Борис растаял от многозначительности ее интонации, но взял себя в руки и беспристрастно посмотрел на собеседницу.

– Жаль, что наше руководство интересуют только «жареные» факты, – вернулась к наболевшему Маша.

Борис отстраненно пожал плечами:

– Особенности рыночной экономики, так сказать, но превыше всего законы жанра. Мы играем исключительно по правилам и не имеем права терять рейтинги, то бишь, аудиторию. Конкуренция, знаешь ли! Как ты помнишь, наша зарплата прямо пропорциональна именно числу телезрителей. Вот ты, к примеру, согласна на меньшую сумму? Лично я – нет! – развязно хмыкнул он. – Те из нас, кого цепляет духовность, вкалывают на «Культуре». Профессионально. Добротно. Не спорю. Но в смысле оплаты оставляет желать лучшего. А мы с тобой пашем на нашем канале, имея вполне приличные «мани-мани», – шеф с блаженной улыбкой на холеном лице шутливо пошуршал пальцами и игриво добавил: – Да, я такой, как есть. Без всяких там хитростей и премудростей, – оставшись довольным своими откровениями, он потянулся к Машиной стопке. – Бестселлеры?

– Раритет, – устало улыбнулась коллега. – Наше с мужем творчество о космодроме. Будет желание, полистай на досуге.

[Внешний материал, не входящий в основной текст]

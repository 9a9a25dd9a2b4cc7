//! `lopper compare`: every chosen method at every chosen target on the same
//! calibration data, and the record and page that put them side by side.
//!
//! This module owns the comparison driver ([`compare`]), the
//! `comparison.json` record ([`data`]), the HTML page ([`page`]) and the
//! terminal summary ([`table`]). It reuses the prune pipeline's checks
//! ([`crate::pipeline`]'s plan) and its per-layer step
//! ([`pipeline::solve_layer`]), so a run here gives the same figures as
//! `lopper prune` with the same method, target and settings.
//!
//! Key decisions:
//! - Layers are the outer loop. Each layer's activations are read once and
//!   reduced to its Gram matrices, then every method × target is solved on
//!   them; memory is one layer's statistics, as for `prune`. Runs therefore
//!   all finish together at the last layer.
//! - What finished is kept: after a solve, at most every
//!   [`CHECKPOINT_SECONDS`], and at the end, `comparison.json` and
//!   `comparison.html` are rewritten atomically (temp file + rename) with
//!   every finished solve, status `running`. A stop request ([`Control`])
//!   is honoured between solves: the files are written once more with status
//!   `interrupted`, runs that finished every layer keep their models
//!   (`--keep-models`), and the caller exits non-zero.
//! - `--keep-models` parks each solved layer's weights, encoded in the
//!   layer's dtype, in a hidden folder under `models/` until its run has
//!   every layer, then writes the run's model with [`io::write_model`] and
//!   removes the parked files. Without it no weights are written.
//! - Text calibration (`Calibration::Text`) runs the model once per method ×
//!   target: sequential calibration gives each run its own propagated inputs
//!   ([`data::INPUTS_OWN`]), since every run's pruned blocks feed its next
//!   ones. Runs are the outer loop there; a stop request is honoured between
//!   runs, and `--eval-text` adds each run's end-to-end figures.

pub mod data;
pub mod page;
mod svg;
pub mod table;

use crate::calib::{holdout_count, LayerGrams};
use crate::io::{self, Model, TensorFile};
use crate::pipeline::{self, Calibration, ErrorKind, PruneConfig, Ridge};
use crate::report::VALIDATION_NOTICE;
use crate::solve::{Method, Pattern};
use data::{CalibrationInfo, CompareSettings, Comparison, LayerInfo, Run, Source, Status};
use faer::{Mat, Par};
use std::collections::BTreeMap;
use std::path::{Path, PathBuf};
use std::sync::atomic::{AtomicBool, Ordering};
use std::sync::Mutex;
use std::time::Instant;

/// Least seconds between two checkpoint writes while solving.
pub const CHECKPOINT_SECONDS: f64 = 2.0;

/// File names inside the output folder.
pub const JSON_NAME: &str = "comparison.json";
/// See [`JSON_NAME`].
pub const HTML_NAME: &str = "comparison.html";

/// Everything a comparison needs, validated by the caller's flag parsing.
#[derive(Clone, Debug)]
pub struct CompareConfig {
    /// Model, calibration, ridge, hold-out, selection, threads and local
    /// search settings; `method`, `pattern`, `output`, `report` and `trace`
    /// are ignored (each run sets its own method and pattern).
    pub base: PruneConfig,
    /// Methods, in run order.
    pub methods: Vec<Method>,
    /// Targets, in run order.
    pub targets: Vec<Pattern>,
    /// Output folder (created when the inputs check out).
    pub out_dir: PathBuf,
    /// Write each run's pruned model under `models/<run id>/`.
    pub keep_models: bool,
    /// Time each written model's pruned layers at this batch size.
    pub speed_batch: Option<usize>,
    /// Target key for the per-layer chart (`None`: the highest sparsity, or
    /// the first target).
    pub focus: Option<String>,
    /// Held-out text for end-to-end figures (refused until text evaluation lands).
    pub eval_text: Option<PathBuf>,
    /// `--only` / `--skip` as given, for the record.
    pub globs: (Vec<String>, Vec<String>),
}

/// Shared between the driver and whoever may stop it (a signal handler).
#[derive(Debug, Default)]
pub struct Control {
    /// Set to ask the driver to stop after the current solve.
    pub stop: AtomicBool,
    /// Held by the driver while it writes files; a handler that wants to
    /// exit at once takes it first, so no file is left half-written.
    pub writing: Mutex<()>,
    /// Scratch folders to remove if the process exits without unwinding.
    pub scratch: Mutex<Vec<PathBuf>>,
}

impl Control {
    /// Remove the scratch folders (for a handler about to exit at once).
    pub fn remove_scratch(&self) {
        let dirs = self.scratch.lock().unwrap_or_else(|e| e.into_inner());
        for d in dirs.iter() {
            let _ = std::fs::remove_dir_all(d);
        }
    }
}

/// Progress events for a front end.
#[derive(Clone, Copy, Debug)]
pub enum Progress<'a> {
    /// This many solves (layers × runs) lie ahead.
    Start(usize),
    /// Reading the inputs of this layer and building its statistics.
    Layer(&'a str),
    /// Solving this layer for this run.
    Solve(&'a str, &'a str),
    /// This many solves are done.
    Done(usize),
    /// Writing pruned models.
    Writing,
}

/// A comparison failure: one line naming its object.
#[derive(Clone, Debug, PartialEq, Eq)]
pub struct Error {
    kind: ErrorKind,
    message: String,
}

impl Error {
    fn input(message: impl Into<String>) -> Self {
        Error { kind: ErrorKind::Input, message: message.into() }
    }

    /// Whose fault ([`ErrorKind::Input`] means exit code 2).
    pub fn kind(&self) -> ErrorKind {
        self.kind
    }
}

impl std::fmt::Display for Error {
    fn fmt(&self, f: &mut std::fmt::Formatter<'_>) -> std::fmt::Result {
        f.write_str(&self.message)
    }
}

impl std::error::Error for Error {}

impl From<pipeline::Error> for Error {
    fn from(e: pipeline::Error) -> Self {
        Error { kind: e.kind(), message: e.to_string() }
    }
}

impl From<io::LoadError> for Error {
    fn from(e: io::LoadError) -> Self {
        Error::input(e.to_string())
    }
}

impl From<io::WriteError> for Error {
    fn from(e: io::WriteError) -> Self {
        Error { kind: ErrorKind::Output, message: e.to_string() }
    }
}

/// What a finished (or stopped) comparison produced.
#[derive(Clone, Debug)]
pub struct Outcome {
    /// The record as last written.
    pub comparison: Comparison,
    /// Files and folders written.
    pub outputs: Vec<PathBuf>,
}

impl Outcome {
    /// The record as a page source.
    pub fn source(&self) -> Source {
        Source { label: "this run".to_string(), path: None, comparison: self.comparison.clone() }
    }
}

/// The target key used for `--focus` by default: the highest unstructured
/// sparsity, else the first target.
pub fn default_focus(targets: &[Pattern]) -> Option<String> {
    let top = targets
        .iter()
        .filter_map(|p| match p {
            Pattern::Unstructured { sparsity, .. } => Some(*sparsity),
            Pattern::NofM { .. } => None,
        })
        .max_by(|a, b| a.total_cmp(b));
    match top {
        Some(s) => Some(format!("{s}")),
        None => targets.first().map(|p| data::target_key(*p)),
    }
}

Рассматривая иллюстрации, Борис жестом показал вошедшей секретарше, куда поставить поднос, проводив пристальным взглядом ее стройные ножки. Девушка почувствовала это и уже в дверях оглянулась, подмигнув в ответ. «Недурно», – хитро прокомментировал Борис. И было непонятно, что конкретно он имел ввиду. Маша иронично проследила за его взглядом и с наслаждением вдохнула аромат чая. Шеф заметил это и многозначительно повторил:

– Я же говорю, совсем недурно, – он посмотрел на собеседницу с явным уважением. – Впечатляет. Я вот в этих краях ни разу не был.

– Не вопрос – на ближайший пуск едем вместе. Буду твоим персональным гидом. Так что насчет проекта? Идею ведь могут и украсть…

– Ты это брось! – через плечо сплюнул шеф и, стуча костяшками пальцев по столу, приказал: – О планах никому ни полсловечка!

– Корпоративная этика превыше всего, – гостья отправила в рот новый кусочек шоколада. – Так что насчет проекта?

– Скрывать не стану – в этом что-то есть. Но решать, как ты понимаешь, не мне, – кивнул в потолок Борис. – Беру тайм-аут, обмозгую все с руководством и в ближайшие дни дам конкретный ответ. По рукам?

– Добро, – согласилась Маша. – Жду звонка.

При виде журналистки секретарша быстрым движением спрятала в стол журнал мод. Маша сделала вид, что ничего не заметила, и доброжелательно улыбнулась: «Леночка, шоколад великолепен, а чай и вовсе – выше всех похвал». Девушка зарделась от удовольствия и пообещала в другой раз заварить чай для особо важных персон.